WHO members agree to begin negotiations for a global agreement on a pandemic.

On Wednesday, World Health Organization member states took the first step towards what many governments hope will be a legally binding treaty aimed at strengthening global defenses against pandemics.

A rare special session of the WHO governing body has agreed to establish an intergovernmental negotiating body to meet no later than March to begin negotiations on an international agreement designed to ensure a more coherent and equitable response to future pandemics. But the United States and other countries are pushing for a weaker mechanism that is not legally binding on member states.

WHO Director-General Dr Tedros Adhanom Ghebreyesus, a staunch supporter of a legally binding treaty, called the decision historic, calling it “a unique opportunity to strengthen the global health architecture to protect and promote the well-being of all people.”

This decision marked only the beginning of negotiations, which promise to be difficult to try to reach a consensus among the 194 Member States of WHO. The agreement requires negotiators to present the results of their discussions in May 2024.

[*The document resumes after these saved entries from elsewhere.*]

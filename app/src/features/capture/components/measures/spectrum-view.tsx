import { useMemo } from 'react';
import { SpectrumChart } from '@/components/charts/spectrum-chart';
import { channelName } from '@/lib/capture-words';
import { formatPoints } from '@/lib/format/quantity';
import type { ServedBody } from '../../api/record-queries';
import { useTraces } from '../../hooks/use-traces';
import type { BodyView } from './body-view';
import { chartStateOf } from './chart-state-of';
import { useChartSource } from './use-chart-source';

interface SpectrumViewProps {
  view: BodyView;
  /** Which of the record's spectra. */
  name?: 'spectrum' | 'spectrumLower';
  title?: string;
  heightPx?: number;
  sub?: string;
}

const NAMES = { spectrum: ['spectrum'], spectrumLower: ['spectrumLower'] } as const;

/** Level over frequency of every channel, harmonics marked where the record lists them. */
export function SpectrumView({ view, name = 'spectrum', title, heightPx, sub }: SpectrumViewProps) {
  const { body } = view;
  const spectrum = useTraces(body, NAMES[name]);
  const channels = useMemo(
    () =>
      spectrum.kind === 'ready'
        ? spectrum.traces.map(({ channel, trace }) => ({
            name: channelName(channel),
            x: trace.x,
            y: trace.y,
          }))
        : [],
    [spectrum],
  );
  const harmonics = useMemo(() => (name === 'spectrum' ? harmonicsOf(body) : []), [body, name]);
  const source = useChartSource(view, name === 'spectrum' ? 'spectrum' : 'spectrum-lower');
  const fundamental = body.channels[0]?.figures['fundamentalFrequencyHz'];
  return (
    <SpectrumChart
      title={title}
      heightPx={heightPx}
      sub={sub ?? `${formatPoints(body.settings.fftLength)} points, ${body.settings.window}`}
      state={chartStateOf(spectrum)}
      channels={channels}
      fundamentalHz={typeof fundamental === 'number' ? fundamental : null}
      harmonics={harmonics}
      source={source}
    />
  );
}

function harmonicsOf(body: ServedBody) {
  return body.channels.flatMap(({ channel, harmonics }) =>
    harmonics.map(({ order, frequencyHz, levelDbr }) => ({
      channel: channelName(channel),
      order,
      frequencyHz,
      levelDbr,
    })),
  );
}
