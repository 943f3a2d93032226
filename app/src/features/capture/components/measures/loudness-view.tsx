import { useCallback } from 'react';
import { loudnessModel } from '../../model/between-models';
import type { ReadTrace } from '../../model/read-trace';
import type { BodyView } from './body-view';
import { TraceChart } from './trace-chart';

const NAMES = ['shortTerm'] as const;

/** Loudness as it goes, with the whole file's as a line through it. */
export function LoudnessView({ view }: { view: BodyView }) {
  const { body } = view;
  const build = useCallback((traces: readonly ReadTrace[]) => loudnessModel(body, traces), [body]);
  return (
    <TraceChart
      view={view}
      names={NAMES}
      build={build}
      stem="loudness"
      title="Loudness over time"
      sub="short-term: over 3 s"
      heightPx={372}
      emptyWords="The recording is too short for a short-term loudness."
    />
  );
}
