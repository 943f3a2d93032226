import { SlotSelect } from '@/components/sentence/slot';
import type { ServedBody } from '../../api/record-queries';
import { levelChoices } from '../../model/level-axis';
import type { LevelAgainst } from '../../model/level-axis';

const WORDS: Record<LevelAgainst, { label: string; detail: string }> = {
  stimulus: { label: 'the stimulus', detail: 'as it was played' },
  recorder: { label: 'the recorder\u2019s full scale', detail: 'as it was recorded' },
  unit: { label: 'the unit\u2019s full scale', detail: 'what it gives for 0 dBFS' },
};

interface LevelSlotProps {
  body: ServedBody;
  value: LevelAgainst;
  onChange: (against: LevelAgainst) => void;
}

/** Whose level the axis carries; only what the record knows is offered. */
export function LevelSlot({ body, value, onChange }: LevelSlotProps) {
  const choices = levelChoices(body);
  return (
    <SlotSelect
      label="Levels against"
      value={value}
      options={choices.map((choice) => ({ value: choice, ...WORDS[choice] }))}
      onChange={onChange}
    />
  );
}
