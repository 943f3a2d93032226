import { useCallback } from 'react';
import type { ReadTrace } from '../../model/read-trace';
import { fittingSpan, responseModel } from '../../model/response-model';
import type { ResponseSpan } from '../../model/response-model';
import type { BodyView } from './body-view';
import { TraceChart } from './trace-chart';

const NAMES = ['response'] as const;

interface ResponseChartProps {
  view: BodyView;
  /** The narrowest that fits when null. */
  span: ResponseSpan | null;
  quantity?: string;
  title: string;
  sub?: string;
  heightPx?: number;
}

/** Level over frequency against 1 kHz, within a span. */
export function ResponseChart({ view, span, quantity, title, sub, heightPx = 392 }: ResponseChartProps) {
  const { body } = view;
  const build = useCallback(
    (traces: readonly ReadTrace[]) =>
      responseModel({ body, traces, name: 'response' }, span ?? fittingSpan(traces), quantity),
    [body, span, quantity],
  );
  return (
    <TraceChart
      view={view}
      names={NAMES}
      build={build}
      stem="response"
      title={title}
      sub={sub}
      heightPx={heightPx}
    />
  );
}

The European Union and the United Kingdom have pushed for an ambitious treaty or legally binding convention for months. The discovery of the Omicron variant, which sparked a new wave of travel and border closure rules primarily targeting the South African countries where the variant was first discovered, has sparked renewed criticism that countries around the world are acting in a patchwork and discriminatory manner.

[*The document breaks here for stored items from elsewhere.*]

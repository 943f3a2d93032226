import type { Readable } from 'node:stream';

/** First and last byte, both included, as in an HTTP range. */
export interface ByteRange {
  readonly from: number;
  readonly to: number;
}

export interface ObjectFacts {
  readonly sizeBytes: number;
  readonly storedAt: Date;
}

export interface ListedObject extends ObjectFacts {
  readonly sha256: string;
}

/** A file on this machine that holds an object's bytes; `release` once it is no longer needed. */
export interface LocalCopy {
  readonly path: string;
  release(): Promise<void>;
}

/** Bytes under the SHA-256 of what they are. Storing is atomic and lasting: after it returns, a power cut loses nothing. */
export abstract class ObjectStore {
  /** Where files that are still arriving are written, so that keeping one is a rename where possible. */
  abstract readonly tempFolder: string;
  /**
   * Prepares the place.
   *
   * @param mayCreate - whether a new store may be made here
   * @throws StorageNotReadyError when it isn't the one it should be
   */
  abstract open(mayCreate: boolean): Promise<void>;
  /** Stores a stream and tells its SHA-256. */
  abstract put(bytes: Readable): Promise<string>;
  /**
   * Takes over a file from the temp folder whose hash is known and whose bytes are synced.
   * An object of that name is replaced: equal bytes if it was sound, healed if it was not.
   */
  abstract keep(tempPath: string, sha256: string): Promise<void>;
  /** @throws ObjectMissingError */
  abstract read(sha256: string, range?: ByteRange): Promise<Readable>;
  abstract stat(sha256: string): Promise<ObjectFacts | null>;
  abstract list(): AsyncIterable<ListedObject>;
  /** Removes an object; one that is not there is no error. */
  abstract remove(sha256: string): Promise<void>;
  /** @throws ObjectMissingError */
  abstract localCopy(sha256: string): Promise<LocalCopy>;
  /** Bytes that can still be written on the temp folder's disk. */
  abstract freeBytes(): Promise<number>;
  /** @throws StorageNotReadyError when the store can't be used at the moment */
  abstract checkReady(): Promise<void>;
}

export class StorageNotReadyError extends Error {
  override readonly name = 'StorageNotReadyError';
}

export class ObjectMissingError extends Error {
  override readonly name = 'ObjectMissingError';

  constructor(readonly sha256: string) {
    super(`no object ${sha256} in the store`);
  }
}

const SHA256_HEX = /^[0-9a-f]{64}$/;

export function isSha256(text: string): boolean {
  return SHA256_HEX.test(text);
}

/** @throws Error when the text could be anything but a hash: it becomes a path */
export function assertSha256(text: string): void {
  if (!isSha256(text)) throw new Error('an object is named by 64 hexadecimal digits');
}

“There is no better response to the emergence of the Omicron Option than by bringing the international community together in support of efforts to strengthen the legal framework underlying our collective response to pandemics,” UK Ambassador to Geneva Simon Manley said on Twitter.

The United States described the initiative in a statement as “an important step,” but with the support of Brazil and other countries, it refused to commit itself to anything legally binding and left open the possibility of a weaker instrument.

The international agreement is designed to avoid repeating “fragmented and fragmented” moves by countries that, according to Dr. Tedros, have weakened the global response to Covid-19. Supporters of the treaty want to commit to sharing data, virus samples and technology, and ensuring equitable distribution of vaccines.

These questions raise politically sensitive questions of national sovereignty over access to outbreak sites and potential investigations into the causes of diseases – a source of tension between Western governments and China, which has resisted calls for an independent investigation into the emergence of Covid-19. in the Chinese city of Wuhan in early 2020.

China said this week that it “agrees in principle with the idea of ​​further enhancing compliance, financing, sharing and managing information.” But Beijing appears to have been wary of the new treaty and has warned against “politicization, stigmatization and instrumentalization.”